#### RECORDS FOR THIS TASK
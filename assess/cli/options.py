"""Options shared by the site commands, and the one place that turns them into a run.

Every number is checked before any work starts (exit 2 on a bad value).
"""

from __future__ import annotations

from pathlib import Path
from typing import Annotated, Optional

import typer

from assess.errors import InputError
from assess.site.settings import DEFAULT_SEED, FIT_KINDS

SiteFolder = Annotated[Path, typer.Argument(help="The site folder (holding site.toml).")]
JsonFlag = Annotated[bool, typer.Option("--json", help="Print only JSON on stdout.")]
SeedOption = Annotated[int, typer.Option("--seed", help="Seed of every MCMC and sampling run.")]
DrawsOption = Annotated[Optional[int], typer.Option(
    "--draws", help="MCMC draws per chain for every fit (default 1000).")]
TuneOption = Annotated[Optional[int], typer.Option(
    "--tune", help="MCMC tuning steps per chain for every fit (default 1000; 500 with --quick).")]
TargetAcceptOption = Annotated[Optional[float], typer.Option(
    "--target-accept", help="NUTS target acceptance for every fit (default 0.95; raise towards "
                            "0.99 against divergences).")]
SamplerOption = Annotated[Optional[str], typer.Option(
    "--sampler", help="MCMC sampler for every fit: pymc or nutpie.")]
SamplingOption = Annotated[Optional[list[str]], typer.Option(
    "--sampling", help="Sampler setting of one fit, FIT.KEY=VALUE (repeatable), with FIT one of "
                       + ", ".join(FIT_KINDS) + " and KEY one of draws, tune, chains, "
                       "target_accept, sampler; e.g. --sampling corrosion.draws=3000.")]
QuickFlag = Annotated[bool, typer.Option("--quick", help="Smaller runs for a first look: "
                                         "500 tuning steps per chain, 500 samples per subset "
                                         "level (the convergence gate still applies).")]
SamplesOption = Annotated[Optional[int], typer.Option(
    "--samples", help="Samples per subset-simulation level for the member betas.")]
VerdictCallsOption = Annotated[Optional[int], typer.Option(
    "--verdict-calls", help="Budget of limit-state calls per member verdict: while the 95 % "
                            "interval of beta straddles the target, the estimate is sampled "
                            "again with new random numbers until decided or this is spent "
                            "(default: the site file's [sampling] verdict_calls, else 60000; "
                            "20000 with --quick; 0 = one run, never repeated).")]

MAX_SUBSET_SAMPLES = 1_000_000


def load_checked_site(folder: Path):
    """The site file of ``folder`` (an `InputError` when there is none)."""
    from inspection_io.site import load_site

    if not folder.is_dir():
        raise InputError("site folder not found (expected a folder holding site.toml)", file=folder)
    return load_site(folder)


def check_samples(samples: int | None, *, low: int = 100, high: int = MAX_SUBSET_SAMPLES,
                  option: str = "--samples") -> None:
    if samples is not None and not low <= samples <= high:
        raise InputError(f"{option} must be a whole number from {low} to {high}, got {samples}",
                         column=option)


def make_settings(site, *, seed: int = DEFAULT_SEED, quick: bool = False,
                  draws: int | None = None, tune: int | None = None,
                  target_accept: float | None = None, sampler: str | None = None,
                  sampling: list[str] | None = None, **options):
    """`RunSettings` from the site file's ``[sampling]`` tables and the command line."""
    from assess.site.settings import build_settings, parse_fit_assignments

    if options.get("reliability_samples") is not None:
        check_samples(options["reliability_samples"])
    overrides = {"draws": draws, "tune": tune, "target_accept": target_accept, "sampler": sampler}
    per_fit = parse_fit_assignments(sampling)
    return build_settings(site_sampling=getattr(site, "sampling", None), overrides=overrides,
                          site_verdict_calls=getattr(site, "verdict_calls", None),
                          per_fit=per_fit, seed=seed, quick=quick, **options)


__all__ = ["DrawsOption", "JsonFlag", "QuickFlag", "SamplerOption", "SamplesOption",
           "SamplingOption", "SeedOption", "SiteFolder", "TargetAcceptOption", "TuneOption",
           "VerdictCallsOption", "check_samples", "load_checked_site", "make_settings"]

#### WHAT THIS TASK INVOLVES
Quote only the stretch of lines that starts the data above and ends with the line containing "per subset-simulation level", both included.

#### WRITTEN REPLY
filename assess/cli/options.py
"""Options shared by the site commands, and the one place that turns them into a run.

Every number is checked before any work starts (exit 2 on a bad value).
"""

from __future__ import annotations

from pathlib import Path
from typing import Annotated, Optional

import typer

from assess.errors import InputError
from assess.site.settings import DEFAULT_SEED, FIT_KINDS

SiteFolder = Annotated[Path, typer.Argument(help="The site folder (holding site.toml).")]
JsonFlag = Annotated[bool, typer.Option("--json", help="Print only JSON on stdout.")]
SeedOption = Annotated[int, typer.Option("--seed", help="Seed of every MCMC and sampling run.")]
DrawsOption = Annotated[Optional[int], typer.Option(
    "--draws", help="MCMC draws per chain for every fit (default 1000).")]
TuneOption = Annotated[Optional[int], typer.Option(
    "--tune", help="MCMC tuning steps per chain for every fit (default 1000; 500 with --quick).")]
TargetAcceptOption = Annotated[Optional[float], typer.Option(
    "--target-accept", help="NUTS target acceptance for every fit (default 0.95; raise towards "
                            "0.99 against divergences).")]
SamplerOption = Annotated[Optional[str], typer.Option(
    "--sampler", help="MCMC sampler for every fit: pymc or nutpie.")]
SamplingOption = Annotated[Optional[list[str]], typer.Option(
    "--sampling", help="Sampler setting of one fit, FIT.KEY=VALUE (repeatable), with FIT one of "
                       + ", ".join(FIT_KINDS) + " and KEY one of draws, tune, chains, "
                       "target_accept, sampler; e.g. --sampling corrosion.draws=3000.")]
QuickFlag = Annotated[bool, typer.Option("--quick", help="Smaller runs for a first look: "
                                         "500 tuning steps per chain, 500 samples per subset "
                                         "level (the convergence gate still applies).")]
SamplesOption = Annotated[Optional[int], typer.Option(
    "--samples", help="Samples per subset-simulation level for the member betas.")]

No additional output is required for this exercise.